Checkpointing

Checkpointing consists of saving the simulation state at a given time, to allow restarting from that point in case of failure. It is parametrized within ‘output’ namelist of the parameter file by setting up the following variables:

checkPointFile = '../output/check'
checkPointBackend = 'mpio'
checkPointInterval = 0.4
checkPointFile defines the path and prefix to the chechpointfile.
checkPointBackend defines the implementation used (‘posix’, ‘hdf5’, ‘mpio’, ‘mpio_async’, ‘sionlib’, ‘none’).
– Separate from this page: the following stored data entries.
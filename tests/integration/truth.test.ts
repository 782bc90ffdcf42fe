import { afterAll, beforeAll, describe, expect, it } from 'vitest';
import { startSimulator, type Simulator } from '../../simulator/engine';
import { fault as faultSchema, type Fault } from '../../simulator/faults/kinds';
import type { FleetPlan, SitePlan } from '../../simulator/plant/plan';
import type { UnitTruth } from '../../simulator/truth';
import { seedPlant } from '../../seeds/plant/seed-plant';
import type { SeededPlant } from '../../seeds/plant/seeded';
import { UNIT_STATES, VERDICTS } from '../../src/domain/verdicts/codes';
import { paths } from '../../src/schemas/paths';
import { startIngest, stopIngest } from '../../src/server/ingest/service';
import { CHANNELS } from '../../src/server/queries/live-notices';
import knexFactory from 'knex';
import { testDatabase, type TestDatabase } from '../support/database';
import { openSockets, type Sockets } from '../support/ingest';
import { INTERVAL_S, rightFor, truthFleet } from '../support/truth';

/**
 * What is true of the simulated plant against what Wakeline concludes of it, unit by unit, after each fault. What can't
 * be seen must read unconfirmed, silent, dark or unheard, and never `ok` while shutdown is commanded.
 */

const SECRET = 'truth will out';
/** Seconds of the plant's time that a judgement may take: the time limit and three reports. */
const JUDGED_AFTER_S = 30 + 5 * INTERVAL_S;
/** How long changes without a command are remembered (domain/verdicts/context.ts). */
const FLAP_WINDOW_S = 3600;
let db: TestDatabase;
let sockets: Sockets;
let plan: FleetPlan;
let seeded: SeededPlant;
let simulator: Simulator;

beforeAll(async () => {
  db = await testDatabase();
  plan = truthFleet(Math.floor(Date.now() / 1000) - 5 * 3600);
  const knex = knexFactory({ client: 'pg', connection: db.url, pool: { min: 0, max: 1 } });
  seeded = await knex.transaction((tx) => seedPlant(tx, plan, { secret: SECRET }));
  await knex.raw(`select ensure_days((now() - interval '1 day')::date, (now() + interval '1 day')::date)`);
  await knex.destroy();
  await startIngest();
  sockets = await openSockets();
  simulator = await startSimulator({
    plan,
    ingestUrl: `${sockets.url}${paths.ingest()}`,
    secret: SECRET,
    now: plan.since,
    speed: 0,
  });
  await pass(4 * INTERVAL_S);
});
afterAll(async () => {
  await simulator.stop();
  await stopIngest();
  await sockets.close();
  await db.drop();
});

const siteOf = (name: string): SitePlan => plan.organisations[0]!.sites.find((s) => s.name === name)!;
const logger = (name: string) => siteOf(name).loggers[0]?.serial ?? '';
const idOf = (name: string): number => seeded.sites.get(name)?.id ?? 0;

/** Lets the plant's time pass; every report is durable and judged up to its end. */
async function pass(seconds: number, cutOff = false): Promise<void> {
  for (let left = seconds; left > 0; left -= 2 * INTERVAL_S) {
    await simulator.advance(Math.min(left, 2 * INTERVAL_S));
    if (!cutOff) expect(await simulator.settled()).toBe(true);
    await judge();
  }
}
/** Asks for a sweep of every site now, as another process's notice of new frames would. */
async function judge(): Promise<void> {
  for (const site of seeded.sites.values())
    await db.owner.query('select pg_notify($1, $2)', [
      CHANNELS.written,
      JSON.stringify({ site: site.id, by: '00000000-0000-4000-8000-000000000000' }),
    ]);
  await new Promise((done) => setTimeout(done, 150));
}

interface Concluded {
  state: (string | null)[];
  verdict: (string | null)[];
  finding: string | null;
}
async function concludedOf(name: string): Promise<Map<string, Concluded>> {
  const { rows } = await db.owner.query<{
    name: string;
    state: (number | null)[];
    verdict: (number | null)[];
    finding: string | null;
  }>(
    `select s.name, j.state, j.verdict, j.finding from string s left join string_judgement j on j.string_id = s.id
     where s.site_id = $1`,
    [idOf(name)],
  );
  const words = (list: readonly string[], codes: (number | null)[] | null) =>
    (codes ?? []).map((c) => (c === null || c < 0 ? null : (list[c] ?? null)));
  return new Map(
    rows.map((r) => [
      r.name,
      { state: words(UNIT_STATES, r.state), verdict: words(VERDICTS, r.verdict), finding: r.finding },
    ]),
  );
}

/** Units of which Wakeline says something else than it ought to; empty when it is right. */
async function disagreements(name: string, silent: (u: UnitTruth) => boolean): Promise<string[]> {
  const truth = simulator.truth(name);
  const concluded = await concludedOf(name);
  return truth.units.flatMap((u) => {
    const right = rightFor(siteOf(name), truth, u, silent(u));
    const c = concluded.get(u.string);
    const state = c?.state[u.position - 1] ?? null;
    const verdict = c?.verdict[u.position - 1] ?? null;
    return right.states.some((s) => s === state) && right.verdicts.some((v) => v === verdict)
      ? []
      : [
          `${u.string}-${u.position} is ${u.mode}: said ${state}/${verdict}, right ${right.states.join('|')}/${right.verdicts.join('|')}`,
        ];
  });
}
/** Judgement runs beside us: looks until it agrees, and gives what is left of disagreement. */
async function settledDisagreements(name: string, silent: (u: UnitTruth) => boolean): Promise<string[]> {
  let found: string[] = [];
  for (let tries = 0; tries < 12; tries++) {
    found = await disagreements(name, silent);
    if (found.length === 0) return [];
    await judge();
  }
  return found;
}

interface Case {
  site: string;
  faults: Fault[];
  /** Initiators opened after the faults are in; without them the site stays released. */
  open?: string[];
  /** Units that can't be heard. */
  silent?: (u: UnitTruth) => boolean;
  /** Units that the fault must have put in a state of their own, so that the case is one. */
  differs?: (u: UnitTruth) => boolean;
}
const at = (string: string, position: number) => (u: UnitTruth) =>
  u.string === string && u.position === position;
const place = { string: 'A1', position: 4 } as const;
const f = (value: unknown): Fault => faultSchema.parse(value);
const onGateway = (number: number) => (u: UnitTruth) => u.string.startsWith('AB'[number - 1] ?? '-');

const CASES: [string, Case][] = [
  ['nothing wrong, released', { site: 'Monitored', faults: [] }],
  ['nothing wrong, shut down', { site: 'Monitored', faults: [], open: ['Initiator'] }],
  ['optimizing units shut down', { site: 'Optimizing', faults: [], open: ['Initiator'] }],
  [
    'a stuck unit',
    { site: 'Monitored', faults: [f({ kind: 'stuck', ...place, at: 'now' })], differs: at('A1', 4) },
  ],
  [
    'a stuck unit that optimizes',
    { site: 'Optimizing', faults: [f({ kind: 'stuck', ...place, at: 'now' })], differs: at('A1', 4) },
  ],
  [
    'a unit that goes on passing and says so',
    {
      site: 'Monitored',
      faults: [f({ kind: 'not_shutting_down', ...place })],
      open: ['Initiator'],
      differs: at('A1', 4),
    },
  ],
  [
    'a unit that goes on passing and claims shutdown',
    {
      site: 'Monitored',
      faults: [f({ kind: 'not_shutting_down', ...place, claims: 'shutdown' })],
      open: ['Initiator'],
      differs: at('A1', 4),
    },
  ],
  [
    'a mute unit while released',
    { site: 'Monitored', faults: [f({ kind: 'unit_mute', ...place })], silent: at('A1', 4) },
  ],
  [
    'a mute unit while shut down',
    {
      site: 'Monitored',
      faults: [f({ kind: 'unit_mute', ...place })],
      open: ['Initiator'],
      silent: at('A1', 4),
    },
  ],
  ['a failed bypass diode', { site: 'Monitored', faults: [f({ kind: 'bypass_diode', ...place })] }],
  [
    'two units in each other’s string',
    {
      site: 'Monitored',
      faults: [f({ kind: 'wrong_string', ...place, otherString: 'A2', otherPosition: 4 })],
    },
  ],
  ['a bad connector', { site: 'Monitored', faults: [f({ kind: 'connector', string: 'A1', ohm: 3 })] }],
  ['dirt', { site: 'Monitored', faults: [f({ kind: 'soiling', string: 'A1', share: 0.3 })] }],
  [
    'shade',
    {
      site: 'Monitored',
      faults: [f({ kind: 'shade', string: 'A1', positions: [2, 3], fromHour: 0, toHour: 24, share: 0.9 })],
    },
  ],
  ['grid lost', { site: 'Monitored', faults: [f({ kind: 'grid_lost', inverter: 'Inverter 1' })] }],
  [
    'curtailment',
    { site: 'Monitored', faults: [f({ kind: 'curtailed', inverter: 'Inverter 1', share: 0.2 })] },
  ],
  ['an earth fault', { site: 'Monitored', faults: [f({ kind: 'earth_fault', inverter: 'Inverter 1' })] }],
  ['keep-alive lost in a zone', { site: 'Monitored', faults: [f({ kind: 'command_lost', zone: 'Roof' })] }],
  [
    'power lost in a zone',
    { site: 'Keep-alive', faults: [f({ kind: 'command_lost', zone: 'Roof', how: 'power_lost' })] },
  ],
  [
    'a transmitter stopped',
    { site: 'Keep-alive', faults: [f({ kind: 'transmitter_off', transmitter: 'T2' })] },
  ],
  [
    'a transmitter that a string does not hear',
    {
      site: 'Keep-alive',
      faults: [f({ kind: 'transmitter_unheard', transmitter: 'T1', strings: ['A2'] })],
      differs: (u) => u.string === 'A2',
    },
  ],
  [
    'cross-talk from a neighbour’s transmitter',
    {
      site: 'Keep-alive',
      faults: [f({ kind: 'cross_talk', transmitter: 'T2', strings: ['A1'] })],
      open: ['Initiator'],
      differs: (u) => u.string === 'A1',
    },
  ],
  [
    'a dead gateway whose units hold, released',
    { site: 'Holding', faults: [f({ kind: 'gateway_out', logger: '', gateway: 2 })], silent: onGateway(2) },
  ],
  [
    'a dead gateway whose units hold, shut down',
    {
      site: 'Holding',
      faults: [f({ kind: 'gateway_out', logger: '', gateway: 2 })],
      open: ['Initiator'],
      silent: onGateway(2),
    },
  ],
  [
    'a gateway that keeps what it hears',
    {
      site: 'Monitored',
      faults: [f({ kind: 'gateway_out', logger: '', gateway: 2, keeps: true })],
      silent: onGateway(2),
    },
  ],
  ['shutdown-only units shut down', { site: 'Shutdown-only', faults: [], open: ['Initiator'] }],
  ['units that nobody has heard', { site: 'Commissioning', faults: [], open: ['Initiator'] }],
];

describe(
  'after each fault, what Wakeline says is true or says that it can’t tell',
  { timeout: 150_000 },
  () => {
    it.each(CASES)('%s', async (_name, { site, faults, open = [], silent = () => false, differs }) => {
      const ids = faults.map((fault) =>
        simulator.inject(site, 'logger' in fault ? { ...fault, logger: logger(site) } : fault),
      );
      await pass(2 * INTERVAL_S);
      for (const name of open) simulator.setInitiator(site, name, true);
      await pass(JUDGED_AFTER_S);
      const during = simulator.truth(site);
      if (differs) {
        const usual = open.length > 0 ? 'shutdown' : 'passing';
        expect(during.units.filter(differs).every((u) => u.mode !== usual)).toBe(true);
      }
      expect(await settledDisagreements(site, silent)).toEqual([]);

      for (const name of open) simulator.setInitiator(site, name, false);
      for (const id of ids) simulator.clear(site, id);
      await pass(JUDGED_AFTER_S);
      let left = await settledDisagreements(site, () => false);
      // units that changed often, by this case and the ones before it, are said to flap as long as the window reaches
      if (left.length > 0 && left.every((one) => one.endsWith('said passing/flapping, right passing/ok'))) {
        await pass(FLAP_WINDOW_S);
        left = await settledDisagreements(site, () => false);
      }
      expect(left).toEqual([]);
    });

    it('snow: units without light are dark or silent, never stuck, and unconfirmed when shutdown is commanded', async () => {
      const id = simulator.inject('Optimizing', { kind: 'snow' });
      simulator.setInitiator('Optimizing', 'Initiator', true);
      await pass(JUDGED_AFTER_S);
      expect(simulator.truth('Optimizing').units.every((u) => u.mode === 'unpowered')).toBe(true);
      expect(await settledDisagreements('Optimizing', () => false)).toEqual([]);
      simulator.setInitiator('Optimizing', 'Initiator', false);
      simulator.clear('Optimizing', id);
      await pass(JUDGED_AFTER_S + 60);
      expect(await settledDisagreements('Optimizing', () => false)).toEqual([]);
    });

    it('a logger cut off in the midst of a shutdown: judged from what it replays, as if it had never been away', async () => {
      const id = simulator.inject('Monitored', { kind: 'uplink_out', logger: logger('Monitored') });
      const stuck = simulator.inject('Monitored', f({ kind: 'stuck', string: 'B2', position: 8 }));
      await pass(60, true);
      simulator.setInitiator('Monitored', 'Initiator', true);
      await pass(120, true);
      simulator.setInitiator('Monitored', 'Initiator', false);
      await pass(JUDGED_AFTER_S, true);
      simulator.clear('Monitored', id);
      await pass(JUDGED_AFTER_S);
      expect(
        simulator
          .truth('Monitored')
          .units.filter((u) => u.mode === 'shutdown')
          .map((u) => `${u.string}-${u.position}`),
      ).toEqual(['B2-8']);
      expect(await settledDisagreements('Monitored', () => false)).toEqual([]);
      simulator.clear('Monitored', stuck);
      await pass(JUDGED_AFTER_S);
      expect(await settledDisagreements('Monitored', () => false)).toEqual([]);
    });

    it('shutdown-only strings: the input shows what their units can’t say', async () => {
      const id = simulator.inject(
        'Shutdown-only',
        f({ kind: 'not_shutting_down', string: 'A1', position: 3 }),
      );
      simulator.setInitiator('Shutdown-only', 'Initiator', true);
      await pass(30 + 120 + 6 * INTERVAL_S);
      const findings = async () =>
        [...(await concludedOf('Shutdown-only'))]
          .filter(([, c]) => c.finding !== null)
          .map(([n, c]) => [n, c.finding]);
      const truth = simulator.truth('Shutdown-only');
      const live = truth.strings.filter((s) => s.homeRun > 30 && s.name.startsWith('A')).map((s) => s.name);
      expect(live).toEqual(['A1']);
      expect(await findings()).toEqual([['A1', 'not_shutting_down']]);
      simulator.setInitiator('Shutdown-only', 'Initiator', false);
      simulator.clear('Shutdown-only', id);
      await pass(JUDGED_AFTER_S + 4 * INTERVAL_S);
      expect(await findings()).toEqual([]);
    });
  },
);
If ‘none’ is specified, checkpoints are disabled. To use the HDF5, MPI-IO or SIONlib back-ends you need to compile SeisSol with HDF5, MPI or SIONlib respectively.
checkPointInterval defines the (simulated) time interval at which checkpointing is done. 0 (default value) disables checkpointing. When using an asynchronous back-end (mpio_async), you might lose 2 * checkPointInterval of your computation.

If the active checkpoint back-end finds a valid checkpoint during the initialization, it will load it automatically. (You cannot explicitly specify to load a checkpoint)

Hint: Currently only the output of the wavefield is designed to work with checkpoints. Other outputs such as receivers and fault output might require additional post-processing when SeisSol is restarted from a checkpoint.

Checkpointing Environment variables

The parallel checkpoint back-ends (HDF5, MPI-IO, SIONlib) support several tuning environment variables:

  • SEISSOL_CHECKPOINT_BLOCK_SIZE Optimize the checkpoints for a specific file system block size. Set to 1 to disable the optimization. Set to -1 for auto-detection with the SIONlib back-end. (default: 1 (MPI-IO, HDF5) or -1 (SIONlib), MPI-IO, HDF5, SIONlib back-end only)
  • SEISSOL_CHECKPOINT_ROMIO_CB_READ If set, the romio_cb_read in the MPI info object when opening the file. (default: no value, MPI-IO and HDF5 backend only)
  • SEISSOL_CHECKPOINT_ROMIO_CB_WRITE See SEISSOL_CHECKPOINT_ROMIO_CB_READ
  • SEISSOL_CHECKPOINT_CB_NODES See SEISSOL_CHECKPOINT_ROMIO_CB_READ
  • SEISSOL_CHECKPOINT_ROMIO_DS_READ See SEISSOL_CHECKPOINT_ROMIO_CB_READ
  • SEISSOL_CHECKPOINT_ROMIO_DS_WRITE See SEISSOL_CHECKPOINT_ROMIO_CB_READ
  • SEISSOL_CHECKPOINT_SION_BACKEND The SIONlib back-end that should be used. Should be either ansi or posix. (default: ‘ansi’, SIONlib back-end only)
  • SEISSOL_CHECKPOINT_SION_NUM_FILES Number of SIONlib files. (default: 1, SIONlib back-end only)
  • SEISSOL_CHECKPOINT_SION_COLL_SIZE The collective size in SIONlib. Set to 0 for disabling collective operations. See SIONlib documentation for more details. (default: 0, SIONlib back-end only)
  • SEISSOL_CHECKPOINT_SION_COLL_MODE The collective mode for SIONlib. Should be either merge or normal. See SIONlib documentation for more details. (default: ‘merge’, SIONlib back-end only)